Sugar Beets

Nutrition:

Sugar beets belong to the Amaranthaceae family and are a white beet that is typically round in shape and 10-12 cm in diameter on average. It is primarily cultivated for commercial sugar production, however is occasionally home grown and can be consumed raw, boiled, sautéed or roasted. This beet is rich in fibre to help regulate the digestive system, and also contains small amounts of vitamin C, calcium and iron. Additionally it is an incredible source of TMG (Trimethylglycine or glycine betaine), which has been known to have positive effects of liver and heart function, as well as boosting athletic performance.

What is TMG?

TMG is a vital compound that consists of glycine with three attached methyl groups. It is found in the body and has many potential health benefits such as support heart health, increasing athletic performance and promoting healthy insulin levels.

Health Benefits:

May improve heart health

The TMG found in sugar beets has been shown to decrease blood levels of an amino acid called homocysteine. This amino acid can increase the risk of heart disease if the levels in the blood are too high.
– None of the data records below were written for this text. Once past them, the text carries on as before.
def _completed(written: Chem.Mol, derived: Chem.Mol, align: dict[int, int]) -> dict[int, int]:
    """`align` with the heavy atoms it leaves out paired too, when those are the same nuclides on
    both sides (a nitrile written where the moves made an isocyanide): one pair at a time, the one
    that adds the fewest differences to the pairs made. Otherwise `align` as it is: atoms of a
    formula that differs are counted, not paired."""
    paired = set(align.values())
    left_written = [a for a in atom_list(written) if a.GetAtomicNum() > 1 and a.GetIdx() not in align]
    left_derived = [a for a in atom_list(derived) if a.GetAtomicNum() > 1 and a.GetIdx() not in paired]
    if not left_written or Counter(map(_nuclide, left_written)) != Counter(map(_nuclide, left_derived)):
        return align
    align = dict(align)
    back = {di: wi for wi, di in align.items()}
    while left_written:
        w, d = min(((w, d) for w in left_written for d in left_derived if _nuclide(w) == _nuclide(d)),
                   key=lambda candidate: _added_differences(written, align, back, *candidate))
        align[w.GetIdx()], back[d.GetIdx()] = d.GetIdx(), w.GetIdx()
        left_written.remove(w)
        left_derived.remove(d)
    return align


def _added_differences(written: Chem.Mol, align: dict[int, int], back: dict[int, int],
                       w: Chem.Atom, d: Chem.Atom) -> int:
    """The differences pairing written atom `w` with derived atom `d` adds to `align` (`back`:
    its inverse): charge, hydrogens, and each bond to a paired atom that the other side lacks or
    holds with another order."""
    count = (w.GetFormalCharge() != d.GetFormalCharge()) + (w.GetTotalNumHs() != d.GetTotalNumHs())
    derived = d.GetOwningMol()
    for bond in w.GetBonds():
        other = bond.GetOtherAtomIdx(w.GetIdx())
        if other in align:
            count += _order(bond) != _order(derived.GetBondBetweenAtoms(d.GetIdx(), align[other]))
    for bond in d.GetBonds():
        other = bond.GetOtherAtomIdx(d.GetIdx())
        if other in back:
            count += written.GetBondBetweenAtoms(w.GetIdx(), back[other]) is None
    return count
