def _meant_elsewhere_hint(state: ElectronState, step: Step, replay: _StepReplay, i: int,
                          changes: dict[Pair, tuple[int, int]]) -> Optional[str]:
    """For a lone pair sent onto a carbon that has no bond to give up: where the arrow was most
    likely meant. A mistyped number first: an electron-poor neighbour of the carbon (methanol drawn
    onto the methyl of protonated acetic acid, `:O6 -> C2`, for its carbonyl carbon C1). Then a
    proton of the carbon, where a base could take it: the step moves a C-H pair of the carbon (an
    E2's base drawn onto the carbon), or the C-H is acidic by the acidity table (a base drawn onto
    the alpha carbon of a 1,3-dione); not an alkane's C-H that nothing in the step takes."""
    atom = state.mol.GetAtomWithIdx(i)
    attack = _lone_pair_onto(step, replay, i)
    if state.elements[i] != 6 or attack is None:
        return None
    carbon = state.label(i)
    neighbour = _electrophile_beside(state, replay, i, replay.resolve(attack.source.atom), changes) \
        if isinstance(attack.sink, AtomSink) else None
    held = atom.GetTotalNumHs() or any(n.GetAtomicNum() == 1 for n in atom.GetNeighbors())
    proton = f"`{attack.source} -> H({carbon})`" if held and (
        _c_h_pair_moves(state, replay, i) or _acidic_c_h(state, i)) else None
    if neighbour is None:
        return (f"a base takes a proton, not the carbon: end the arrow at one of {carbon}'s hydrogens, {proton}"
                if proton else None)
    j, why, pi_arrow = neighbour
    element = "carbon" if state.elements[j] == 6 else "boron"
    hint = (f"the arrow may be meant for {state.label(j)}, the electrophilic {element} beside {carbon} "
            f"({why}): `{attack.source} -> {state.label(j)}`" + (f" with `{pi_arrow}`" if pi_arrow else ""))
    if proton:
        hint += f"; if a proton transfer is meant, end the arrow at one of {carbon}'s hydrogens, {proton}"
    return hint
Research suggests that taking 4 grams of TMG per day for six weeks could lower homocysteine levels in the blood of healthy adults.

Could support athletic performance

It is reported that many athletes use TMG to enhance their performance during exercise, with it speculated to reduce fatigue, boost protein production and increase the production of creatine. However this is mostly speculation from athletes, and more research is needed.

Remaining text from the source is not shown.